WORK TO COMPLETE: Scan the entries below. Report each line where the string "vector" occurs.
EXERCISE MATERIAL section start
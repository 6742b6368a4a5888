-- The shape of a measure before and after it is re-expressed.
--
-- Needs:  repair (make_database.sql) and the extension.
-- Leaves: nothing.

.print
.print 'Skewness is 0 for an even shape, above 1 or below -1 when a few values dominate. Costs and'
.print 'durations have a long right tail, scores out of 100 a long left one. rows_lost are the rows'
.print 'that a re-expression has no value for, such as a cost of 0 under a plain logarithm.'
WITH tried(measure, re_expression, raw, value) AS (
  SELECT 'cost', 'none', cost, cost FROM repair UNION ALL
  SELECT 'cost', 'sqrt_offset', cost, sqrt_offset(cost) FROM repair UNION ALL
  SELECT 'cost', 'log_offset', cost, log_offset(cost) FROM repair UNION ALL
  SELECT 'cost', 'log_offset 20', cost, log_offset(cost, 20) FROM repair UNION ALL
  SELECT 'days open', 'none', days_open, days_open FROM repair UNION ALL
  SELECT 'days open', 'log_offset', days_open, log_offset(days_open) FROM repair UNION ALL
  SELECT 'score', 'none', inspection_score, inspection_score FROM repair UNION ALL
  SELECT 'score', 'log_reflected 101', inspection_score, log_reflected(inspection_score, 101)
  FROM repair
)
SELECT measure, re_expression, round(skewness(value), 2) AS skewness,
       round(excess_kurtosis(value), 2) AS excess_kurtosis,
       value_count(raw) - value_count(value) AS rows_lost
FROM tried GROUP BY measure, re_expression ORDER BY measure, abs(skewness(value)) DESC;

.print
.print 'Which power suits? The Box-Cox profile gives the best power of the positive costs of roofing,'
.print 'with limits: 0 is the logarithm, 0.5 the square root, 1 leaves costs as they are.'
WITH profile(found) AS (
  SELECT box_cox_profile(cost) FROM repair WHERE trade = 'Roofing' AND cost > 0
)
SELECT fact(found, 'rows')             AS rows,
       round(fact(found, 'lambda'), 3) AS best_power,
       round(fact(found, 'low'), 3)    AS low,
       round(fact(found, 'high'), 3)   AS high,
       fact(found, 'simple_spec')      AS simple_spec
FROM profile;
EXERCISE MATERIAL section end
EXERCISE MATERIAL section start
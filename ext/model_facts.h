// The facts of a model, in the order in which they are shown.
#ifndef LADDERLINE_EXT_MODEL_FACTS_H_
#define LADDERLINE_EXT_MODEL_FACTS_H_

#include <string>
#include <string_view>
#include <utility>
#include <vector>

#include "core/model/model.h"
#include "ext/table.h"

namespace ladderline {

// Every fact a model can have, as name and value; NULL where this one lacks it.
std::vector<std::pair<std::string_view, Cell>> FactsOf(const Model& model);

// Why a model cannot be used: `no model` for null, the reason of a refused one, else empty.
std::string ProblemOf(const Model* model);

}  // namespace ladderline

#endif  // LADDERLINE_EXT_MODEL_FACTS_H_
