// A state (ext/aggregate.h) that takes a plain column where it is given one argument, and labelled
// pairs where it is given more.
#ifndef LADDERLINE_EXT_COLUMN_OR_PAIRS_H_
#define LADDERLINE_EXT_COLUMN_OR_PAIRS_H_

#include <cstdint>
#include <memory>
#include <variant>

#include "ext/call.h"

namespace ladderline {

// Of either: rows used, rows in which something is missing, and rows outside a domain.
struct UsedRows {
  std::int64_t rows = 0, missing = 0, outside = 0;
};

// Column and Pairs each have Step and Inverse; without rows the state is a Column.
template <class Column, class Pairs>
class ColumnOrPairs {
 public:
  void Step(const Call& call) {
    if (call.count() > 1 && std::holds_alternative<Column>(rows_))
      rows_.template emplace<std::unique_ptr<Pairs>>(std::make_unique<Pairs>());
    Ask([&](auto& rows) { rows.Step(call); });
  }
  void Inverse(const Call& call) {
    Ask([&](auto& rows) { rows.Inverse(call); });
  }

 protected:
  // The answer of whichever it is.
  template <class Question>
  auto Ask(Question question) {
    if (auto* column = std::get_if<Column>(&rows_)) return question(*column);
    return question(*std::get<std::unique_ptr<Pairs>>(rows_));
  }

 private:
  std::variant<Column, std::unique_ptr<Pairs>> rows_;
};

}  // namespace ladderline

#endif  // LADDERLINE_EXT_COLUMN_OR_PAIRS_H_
EXERCISE MATERIAL section end
EXPECTED ANSWER:
#include <vector>
std::vector<std::pair<std::string_view, Cell>> FactsOf(const Model& model);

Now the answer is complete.